Shape Completion with Prediction of Uncertain Regions

TL;DR

The paper tackles shape completion from partial views under irreducible viewpoint-induced uncertainty caused by partial symmetry. It extends occupancy-based implicit-function learning with two methods to predict uncertain regions and evaluates their impact on grasp planning using a ShapeNet mug dataset with ground-truth uncertainty. The approach outperforms two adapted probabilistic baselines in both occupied and uncertain-region predictions, and accounting for uncertainty improves grasp safety in synthetic and real data, though sim2real gaps remain. Overall, the work provides effective strategies for predicting and leveraging uncertain regions to enhance manipulation reliability in cluttered or occluded settings.

Abstract

Shape completion, i.e., predicting the complete geometry of an object from a partial observation, is highly relevant for several downstream tasks, most notably robotic manipulation. When basing planning or prediction of real grasps on object shape reconstruction, an indication of severe geometric uncertainty is indispensable. In particular, there can be an irreducible uncertainty in extended regions about the presence of entire object parts when given ambiguous object views. To treat this important case, we propose two novel methods for predicting such uncertain regions as straightforward extensions of any method for predicting local spatial occupancy, one through postprocessing occupancy scores, the other through direct prediction of an uncertainty indicator. We compare these methods together with two known approaches to probabilistic shape completion. Moreover, we generate a dataset, derived from ShapeNet, of realistically rendered depth images of object views with ground-truth annotations for the uncertain regions. We train on this dataset and test each method in shape completion and prediction of uncertain regions for known and novel object instances and on synthetic and real data.
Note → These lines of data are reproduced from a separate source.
import { useState } from 'react';
import { StyleSheet, Text, View } from 'react-native';
import { colors, fonts, spacing } from '../../../constants/theme';
import type { CouplingTerm, TrailEntry } from '../../../shared/jobs/contract';
import { Formula } from '../../formula';
import { ChipButton } from '../ChipButton';
import { CopyableFormula } from '../CopyableFormula';
import { useDisplayDigits } from '../displayPrecision';
import { WithResultMenu } from '../ResultMenu';
import { decimalTex, FULL_PRECISION, polynomialTex, seriesTex, type Coefficient } from '../texFormat';
import { assemblePoles, samePolynomial } from './trailAssembly';

const FUNCTION_WORDS: Record<TrailEntry['function'], string> = {
  vertex: 'four-point function',
  selfEnergy: 'self-energy (two-point function)',
  massInsertion: 'φ² insertion',
};

const gcd = (a: number, b: number): number => (b === 0 ? a : gcd(b, a % b));

/** \tfrac{175}{100} → \tfrac{7}{4}: Γ arguments and exponents in lowest terms. */
export function reduceFractions(tex: string): string {
  return tex.replace(/\\tfrac\{(\d+)\}\{(\d+)\}/g, (_, p: string, q: string) => {
    const divisor = gcd(Number(p), Number(q)) || 1;
    const [num, den] = [Number(p) / divisor, Number(q) / divisor];
    return den === 1 ? String(num) : `\\tfrac{${num}}{${den}}`;
  });
}

const monomialTexOf = (monomial: string) => monomial.replace(/([a-z]+)(\d*)\^(\d+)/gi, (_, name: string, index: string, power: string) => `${name}${index ? `_{${index}}` : ''}^{${power}}`).replace(/\*/g, '\\,');

/** The weight W_G as a polynomial per projection: "W = -\tfrac{11}{6}\,u^{2}". */
function weightTex(weight: TrailEntry['weight']): string {
  if (!Array.isArray(weight)) return `W:\\ \\text{${weight.note.replace(/[\\{}$&#^_%~]/g, '')}}`;
  return weight
    .flatMap(({ monomial, projections }) => Object.entries(projections).map(([onto, value]) => `W_{${onto === 'δ_ab' ? '\\delta_{ab}' : onto}} = ${decimalTex(value)}\\,${monomialTexOf(monomial)}`))
    .join(',\\quad\\allowbreak ');
}

/** The lines of one graph: weight, integral, Laurent series, counterterms of its subgraphs, subtracted and pole part. */
function graphLines(entry: TrailEntry, significant: number): string[] {
  const series = (s: { lowest: number; coeffs: Coefficient[] }) => seriesTex(s.lowest, s.coeffs, true, significant);
  const poleOnly = (s: { lowest: number; coeffs: Coefficient[] }) => seriesTex(s.lowest, s.coeffs, false, significant);
  return [
    weightTex(entry.weight),
    `I_{\\text{${entry.graph}}} = ${reduceFractions(entry.integral)}`,
    `I_{\\text{${entry.graph}}} = ${series(entry.laurent)}`,
    ...entry.counterterms.map((counterterm) => `K I_{\\gamma} = ${poleOnly(counterterm.pole)}\\ \\text{(${counterterm.subgraph.replace(/[\\{}$&#^_%~]/g, '')})},\\quad\\allowbreak I_{G/\\gamma} = ${reduceFractions(counterterm.reduced)}`),
    ...(entry.counterterms.length ? [`\\bar R\\, I_{\\text{${entry.graph}}} = ${series(entry.subtracted)}`] : []),
    `K \\bar R\\, I_{\\text{${entry.graph}}} = ${entry.pole.coeffs.length ? poleOnly(entry.pole) : '0'}`,
  ];
}

function GraphCard({ entry, testID }: { entry: TrailEntry; testID?: string }) {
  const digits = useDisplayDigits();
  const lines = graphLines(entry, digits);
  const copy = `\\begin{aligned}\n${graphLines(entry, FULL_PRECISION).map((line) => `&${line}`).join(' \\\\\n')}\n\\end{aligned}`;
  return (
    <View style={styles.graph} testID={testID}>
      <WithResultMenu actions={[{ label: 'Copy LaTeX', text: copy }]} testID={testID}>
        <Text style={styles.graphTitle}>{entry.title}</Text>
        <Text style={styles.caption}>
          {FUNCTION_WORDS[entry.function]}, {entry.loops} {entry.loops === 1 ? 'loop' : 'loops'} · sign {entry.sign < 0 ? '−1' : '+1'} · symmetry factor {entry.symmetryFactor} · {entry.labellings} {entry.labellings === 1 ? 'labelling' : 'labellings'}
        </Text>
      </WithResultMenu>
      {lines.map((line, index) => <Formula key={index} tex={line} display />)}
      <Text style={styles.caption}>{entry.rearrangement}</Text>
      {entry.note ? <Text style={styles.caption}>{entry.note}</Text> : null}
    </View>
  );
}

/** u₀ = u + a₁/ε + a₂/ε² … with each a_k typeset. */
function bareTex(bare: string, poles: Map<number, CouplingTerm[]>, significant: number): string {
  const parts = [...poles].filter(([, terms]) => terms.length).sort(([a], [b]) => a - b).map(([k, terms]) => `\\frac{1}{\\varepsilon${k > 1 ? `^{${k}}` : ''}}\\Big(${polynomialTex(terms, significant)}\\Big)`);
  return `${bare} ${parts.length ? `+ ${parts.join(' + ')}` : ''}`;
}

interface AssemblyProps {
  trail: TrailEntry[];
  beta: Record<string, CouplingTerm[]>;
  gammaPhi2: CouplingTerm[] | null;
  fieldRenormalization: boolean;
}

/** How the pole parts add up: the counterterms (Z-factors), then β and γ_{φ²} from their simple poles, checked against the flow's own. */
function Assembly({ trail, beta, gammaPhi2, fieldRenormalization }: AssemblyProps) {
  const blocks = [
    ...Object.entries(beta).map(([coupling, terms]) => {
      const sum = assemblePoles(trail, 'vertex', coupling, 'loops');
      const reported = terms.filter((term) => term.monomial !== `eps*${coupling}`);
      return sum && { key: coupling, bare: `${coupling}_0 = ${coupling}`, rg: `\\beta_{${coupling}} = -\\varepsilon ${coupling} + \\textstyle\\sum_L L\\, a_1^{(L)}`, sum, agrees: samePolynomial(sum.derived, reported), tail: (n: number) => `-\\varepsilon ${coupling} + ${polynomialTex(sum.derived, n)}` };
    }),
    (() => {
      const sum = gammaPhi2 ? assemblePoles(trail, 'massInsertion', 'δ_ab', 'degree') : null;
      return sum && gammaPhi2 && { key: 'phi2', bare: 'Z_t = 1', rg: `\\gamma_{\\phi^2} = (g\\cdot\\partial)\\, z_1`, sum, agrees: samePolynomial(sum.derived, gammaPhi2), tail: (n: number) => polynomialTex(sum.derived, n) };
    })(),
  ].filter((block): block is NonNullable<typeof block> => !!block && block.sum.poles.size > 0);
  if (!blocks.length) return null;
  return (
    <View style={styles.assembly} testID="trail-assembly">
      <Text style={styles.heading}>From pole parts to Z-factors, β and γ (docs/physics.md §1: a_k = −Σ_G W_G (K R̄ I_G)_k)</Text>
      {blocks.map((block) => (
        <View key={block.key} style={styles.block}>
          <CopyableFormula tex={(n) => bareTex(block.bare, new Map([...block.sum.poles].map(([k, terms]) => [k, terms])), n)} />
          <CopyableFormula tex={(n) => `${block.rg} = ${block.tail(n)}`} testID={`trail-assembly-${block.key}`} />
          <Text style={block.agrees ? styles.agrees : styles.caption}>
            {block.agrees ? '✓ agrees with the flow’s result above' : fieldRenormalization ? 'The flow’s result also takes the field renormalisation Z_φ (docs/physics.md §1).' : 'Differs from the flow’s result above: read the checks.'}
          </Text>
        </View>
      ))}
    </View>
  );
}

/** The derivation trail, folded until asked for: each graph typeset with one copy action, then how the poles assemble. */
export function DerivationTrail({ trail, ...assembly }: Omit<AssemblyProps, 'trail'> & { trail: TrailEntry[] }) {
  const [open, setOpen] = useState(false);
  return (
    <View style={styles.wrap} testID="trail">
      <View style={styles.head}>
        <Text style={styles.heading}>Derivation trail ({trail.length} graphs)</Text>
        <ChipButton label={open ? 'Fold' : 'Unfold'} onPress={() => setOpen(!open)} testID="fold-trail" />
      </View>
      {open ? trail.map((entry, index) => <GraphCard key={`${entry.graph}-${entry.function}-${index}`} entry={entry} testID={`trail-${index}`} />) : null}
      {open ? <Assembly trail={trail} {...assembly} /> : null}
    </View>
  );
}

const styles = StyleSheet.create({
  wrap: { gap: spacing.sm },
  head: { flexDirection: 'row', alignItems: 'center', gap: spacing.sm, flexWrap: 'wrap' },
  heading: { fontFamily: fonts.semibold, fontSize: 13, color: colors.inkSoft, flexShrink: 1 },
  graph: { gap: 2, borderLeftWidth: 2, borderLeftColor: colors.rule, paddingLeft: spacing.md },
  graphTitle: { fontFamily: fonts.semibold, fontSize: 14, color: colors.ink },
  caption: { fontFamily: fonts.regular, fontSize: 13, color: colors.inkSoft },
  assembly: { gap: spacing.sm, paddingTop: spacing.sm },
  block: { gap: 2 },
  agrees: { fontFamily: fonts.medium, fontSize: 13, color: colors.success },
});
While direct uncertainty prediction is by far the most accurate in the segmentation of uncertain regions, both novel methods outperform the two baselines in shape completion and uncertain region prediction, and avoiding the predicted uncertain regions increases the quality of grasps for all tested methods.

Figures (6)

• Figure 1: Shape completion of a mug. Left: If the handle is occluded from the camera view, we predict the uncertain region (red) that contains the handle, resulting from pose ambiguity. The mug is reconstructed in the region not affected by pose ambiguity (gray). Right: If any part of the handle is visible, also the handle is reconstructed, and no uncertain region is predicted.
• Figure 2: Slice of a side view from the predicted occupancy probability grid (a). Using a small lower threshold, a region possibly containing a handle appears behind the mug (light red), but the mug itself is also contained (dark red). Using the gradient of the predicted occupancy probability (b) with its average as upper threshold, this unwanted region can be discarded by only considering the intersection of regions shown in red as uncertain.
• Figure 3: Effect of varying the threshold parameter $\tau$ on IoU for occupied and uncertain region predictions.
• Figure 4: Grasping the mug with an occluded handle without filtering using the predicted uncertain region leads to collision with the handle (left). Discarding grasps that collide with the uncertain region avoids collision and thus improves the grasp quality (right).
• Figure 5: Qualitative sim2real results. From top to bottom: Input point cloud, predicted mesh, ground-truth mesh. From left to right: test datasets $\text{HB}_{\rm pri}$, $\text{HB}_{\rm kin}$, LM, TYOL, $\text{YCBV}_{48}$, $\text{YCBV}_{55}$.